Profiling Shared Objects
The runtime linker can generate profiling information for any shared objects
that are processed during the running of an application. The runtime linker is
responsible for binding shared objects to an application and is therefore able to
intercept any global function bindings. These bindings take place
through .plt
entries. See When Relocations are Performed for details of this mechanism.
The LD_PROFILE
environment variable specifies the name of a
shared object to profile. You can analyze a single shared object using this environment
variable. The setting of the environment variable can be used to analyze the use of the
shared object by one or more applications. In the following example, the use of
libc
by the single invocation of the command
ls
(1) is analyzed.
$ LD_PROFILE=libc.so.1 ls -l
In the following example, the environment variable setting is recorded in a
configuration file. This setting causes any application's use of
libc
to accumulate the analyzed information.
# crle -e LD_PROFILE=libc.so.1 $ ls -l $ make $ ....
When profiling is enabled, a profile data file is created, if it does not
already exist. The file is mapped by the runtime linker. In the previous examples, this
data file is /var/tmp/libc.so.1.profile
. 64-bit libraries
require an extended profile format and are written using the
.profilex
suffix. You can also specify an alternative directory
to store the profile data using the LD_PROFILE_OUTPUT
environment
variable.
This profile data file is used to deposit
profil
(2) data and call count information related to the use of the specified shared object. This profiled data can be directly examined with
gprof
(1).
Note:
gprof
(1) is most commonly used to analyze the
gmon.out
profile data created by an executable that has
been compiled with the -xpg
option of cc
(1). The runtime linker profile analysis does not require any code to be
compiled with this option. Applications whose dependent shared objects are being
profiled should not make calls to
profil
(2), because this system call does not provide for multiple
invocations within the same process. For the same reason, these applications must
not be compiled with the -xpg
option of cc
(1). This compiler-generated mechanism of profiling is also built on top
of
profil
(2).
One of the most powerful features of this profiling mechanism is to enable the analysis of a shared object as used by multiple applications. Frequently, profiling analysis is carried out using one or two applications. However, a shared object, by its very nature, can be used by a multitude of applications. Analyzing how these applications use the shared object can offer insights into where energy might be spent to improvement the overall performance of the shared object.

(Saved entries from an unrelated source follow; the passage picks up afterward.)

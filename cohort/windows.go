package cohort

import (
	"bufio"
	"encoding/binary"
	"encoding/gob"
	"errors"
	"fmt"
	"hash"
	"hash/crc32"
	"io"
	"math"
	"os"
	"slices"
)

// WindowsFormat and WindowsVersion identify a windows file (Table.WriteWindows): a table's
// units and windows, without its accounting, so that a later pass of a run split in shards reads
// its shard's windows once more from there instead of every input file. The file ends in the
// CRC-32C (Castagnoli) of everything before it, little-endian, so that damage anywhere is found.
const (
	WindowsFormat  = "cohortmix windows"
	WindowsVersion = 2 // 2: the run's identity, and the CRC-32C at the end
)

var castagnoli = crc32.MakeTable(crc32.Castagnoli)

type windowsHeader struct {
	Format    string
	Version   int
	Run       string // the identity of the run the windows were read for, as the caller gives it
	Shard     Shard
	Files     []FileInfo // the inputs the windows were read from
	Features  []string
	Width     int // values a window: the features, then the order key and source
	OrderKind string
	HasLabels bool
	Units     []windowsUnit
}

// windowBytes is a window's size in a windows file: its features as float32, then the order key
// and source as float64 bit patterns, little-endian whatever the machine.
func windowBytes(width int) int { return 4*(width-2) + 16 }

type windowsUnit struct {
	ID, Wave string
	Ordinal  int
	Rows     int
	Labels   []string
}

// WriteWindows writes the table's units and their windows (the features selected, with the
// order key and source, in the windows file's encoding: features as float32, to which they were
// rounded when read) as a windows file of the given shard, for the run the caller names.
func (t *Table) WriteWindows(w io.Writer, shard Shard, run string) error {
	return t.writeWindows(w, shard, run, t.Units)
}

// WriteShardWindows is WriteWindows of the units of a whole table that fall in the shard
// (Unit.InShard): the windows file a read of that shard alone would write, with the features the
// whole read kept.
func (t *Table) WriteShardWindows(w io.Writer, shard Shard, run string) error {
	var units []*Unit
	for _, u := range t.Units {
		if u.InShard(shard) {
			units = append(units, u)
		}
	}
	return t.writeWindows(w, shard, run, units)
}

func (t *Table) writeWindows(w io.Writer, shard Shard, run string, units []*Unit) error {
	d, stored := len(t.cols), t.store.width
	h := windowsHeader{Format: WindowsFormat, Version: WindowsVersion, Run: run, Shard: shard, Files: t.Files, OrderKind: t.OrderKind,
		HasLabels: t.HasLabels, Width: d + 2, Features: t.Features}
	if len(t.Features) != d {
		return fmt.Errorf("cohort: WriteWindows: %d features named for %d columns: %w", len(t.Features), d, ErrBadOption)
	}
	for _, u := range units {
		h.Units = append(h.Units, windowsUnit{ID: u.ID, Wave: u.Wave, Ordinal: u.Ordinal, Rows: u.rows, Labels: u.Labels})
	}
	out := bufio.NewWriterSize(w, 1<<20)
	crc := crc32.New(castagnoli)
	bw := io.MultiWriter(out, crc)
	if err := gob.NewEncoder(bw).Encode(h); err != nil {
		return fmt.Errorf("cohort: writing a windows file: %w", err)
	}
	var x []float64
	var b []byte
	rb := windowBytes(h.Width)
	for _, u := range units {
		var err error
		if x, err = t.readUnit(u, nil, x); err != nil {
			return err
		}
		b = slices.Grow(b[:0], u.rows*rb)[:u.rows*rb]
		for i := 0; i < u.rows; i++ {
			row, out := x[i*stored:(i+1)*stored], b[i*rb:(i+1)*rb]
			for j, c := range t.cols { // the features kept, in the table's order
				binary.LittleEndian.PutUint32(out[4*j:], math.Float32bits(float32(row[c])))
			}
			binary.LittleEndian.PutUint64(out[4*d:], math.Float64bits(row[stored-2]))
			binary.LittleEndian.PutUint64(out[4*d+8:], math.Float64bits(row[stored-1]))
		}
		if _, err := bw.Write(b); err != nil {
			return fmt.Errorf("cohort: writing a windows file: %w", err)
		}
	}
	if err := binary.Write(out, binary.LittleEndian, crc.Sum32()); err != nil {
		return err
	}
	return out.Flush()
}

// crcReader passes a buffered reader through, adding what it reads to a CRC; it is an
// io.ByteReader, so that gob reads no further than its message.
type crcReader struct {
	br  *bufio.Reader
	crc hash.Hash32
	one [1]byte
	n   int64 // bytes read
}

func (c *crcReader) Read(p []byte) (int, error) {
	n, err := c.br.Read(p)
	c.crc.Write(p[:n])
	c.n += int64(n)
	return n, err
}

func (c *crcReader) ReadByte() (byte, error) {
	b, err := c.br.ReadByte()
	if err == nil {
		c.one[0] = b
		c.crc.Write(c.one[:])
		c.n++
	}
	return b, err
}

// ErrWindows is wrapped by every error about a windows file.
var ErrWindows = errors.New("windows file not usable")

// ReadWindows reads a windows file (WriteWindows) as a table of its units. Its checksum is checked
// in one pass over the file, and the table then reads its windows from the file itself (which
// must stay in place until the table is closed), as Read reads a store's temporary file; nothing
// is copied. The table has no accounting; its Files are the inputs the windows came from, and
// run the run it names, for the caller to check.
func ReadWindows(path string) (*Table, Shard, string, error) {
	t, h, err := readWindows(path)
	if err != nil {
		return nil, Shard{}, "", err
	}
	return t, h.Shard, h.Run, nil
}

func readWindows(path string) (*Table, *windowsHeader, error) {
	f, err := os.Open(path)
	if err != nil {
		return nil, nil, fmt.Errorf("%s: cannot open: %w", path, errors.Join(ErrWindows, err))
	}
	t, h, err := windowsTable(f, path)
	if err != nil {
		f.Close()
		return nil, nil, err
	}
	return t, h, nil
}

// windowsTable checks the windows file open in f and makes the table that reads from it.
func windowsTable(f *os.File, path string) (*Table, *windowsHeader, error) {
	raw := bufio.NewReaderSize(f, 1<<20)
	br := &crcReader{br: raw, crc: crc32.New(castagnoli)}
	h, err := readWindowsHeader(f, br, path)
	if err != nil {
		return nil, nil, err
	}
	base := br.n // the first window's byte
	d := h.Width - 2
	t := &Table{store: &store{width: h.Width, file: f, base: base, packed: true, borrowed: true}, Features: h.Features, Files: h.Files,
		OrderKind: h.OrderKind, HasLabels: h.HasLabels, cols: make([]int, d)}
	for j := range t.cols {
		t.cols[j] = j
	}
	rb := int64(windowBytes(h.Width))
	var rows int64
	for _, wu := range h.Units {
		if _, err := io.CopyN(io.Discard, br, int64(wu.Rows)*rb); err != nil {
			return nil, nil, fmt.Errorf("%s: the windows of participant %s are cut short: %w; write the file again", path, wu.ID, ErrWindows)
		}
		t.Units = append(t.Units, &Unit{ID: wu.ID, Wave: wu.Wave, Ordinal: wu.Ordinal, Labels: wu.Labels, at: rows, rows: wu.Rows})
		rows += int64(wu.Rows)
	}
	var sum uint32
	if err := binary.Read(raw, binary.LittleEndian, &sum); err != nil || sum != br.crc.Sum32() {
		return nil, nil, fmt.Errorf("%s: the windows file is damaged (its content does not match its checksum): %w; write it again", path, ErrWindows)
	}
	if _, err := raw.ReadByte(); err != io.EOF {
		return nil, nil, fmt.Errorf("%s: bytes after the end of the windows: %w; write the file again", path, ErrWindows)
	}
	t.store.n = rows * int64(h.Width)
	t.store.flushed = t.store.n
	return t, &h, nil
}

// readWindowsHeader reads and checks a windows file's header: its format, version and width,
// and that the windows it announces fit in the file before any room is made for them.
func readWindowsHeader(f *os.File, br io.Reader, path string) (h windowsHeader, err error) {
	if err := gob.NewDecoder(br).Decode(&h); err != nil || h.Format != WindowsFormat {
		return h, fmt.Errorf("%s: not a windows file: %w; name the file the census step wrote", path, ErrWindows)
	}
	if h.Version != WindowsVersion {
		return h, fmt.Errorf("%s: a windows file of version %d, and this cohortmix reads version %d: %w; run every pass of a split run with the same release", path, h.Version, WindowsVersion, ErrWindows)
	}
	d := h.Width - 2
	if d < 1 || len(h.Features) != d {
		return h, fmt.Errorf("%s: a windows file of %d features and %d values a window: %w", path, len(h.Features), h.Width, ErrWindows)
	}
	st, err := f.Stat()
	if err != nil {
		return h, fmt.Errorf("%s: %w", path, errors.Join(ErrWindows, err))
	}
	var need int64
	for _, wu := range h.Units {
		if wu.Rows < 1 {
			return h, fmt.Errorf("%s: participant %s has %d windows: %w", path, wu.ID, wu.Rows, ErrWindows)
		}
		need += int64(wu.Rows) * int64(windowBytes(h.Width))
		if need > st.Size() {
			return h, fmt.Errorf("%s: the header announces more windows than the file holds: %w; write the file again", path, ErrWindows)
		}
	}
	return h, nil
}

The following example shows a performance analysis of libc
over a
creation of several applications within a source hierarchy.
$ LD_PROFILE=libc.so.1 ; export LD_PROFILE $ make $ gprof -b /lib/libc.so.1 /var/tmp/libc.so.1.profile .... granularity: each sample hit covers 4 byte(s) .... called/total parents index %time self descendents called+self name index called/total children .... ----------------------------------------------- 0.33 0.00 52/29381 _gettxt [96] 1.12 0.00 174/29381 _tzload [54] 10.50 0.00 1634/29381 <external> 16.14 0.00 2512/29381 _opendir [15] 160.65 0.00 25009/29381 _endopen [3] [2] 35.0 188.74 0.00 29381 _open [2] ----------------------------------------------- .... granularity: each sample hit covers 4 byte(s) .... % cumulative self self total time seconds seconds calls ms/call ms/call name 35.0 188.74 188.74 29381 6.42 6.42 _open [2] 13.0 258.80 70.06 12094 5.79 5.79 _write [4] 9.9 312.32 53.52 34303 1.56 1.56 _read [6] 7.1 350.53 38.21 1177 32.46 32.46 _fork [9] ....
The special name <external> indicates a reference from
outside of the address range of the shared object being profiled. Thus, in the previous
example, 1634 calls to the function
open
(2) within libc
occurred from the dynamic
objects, bound with libc
while
the profiling analysis was in progress.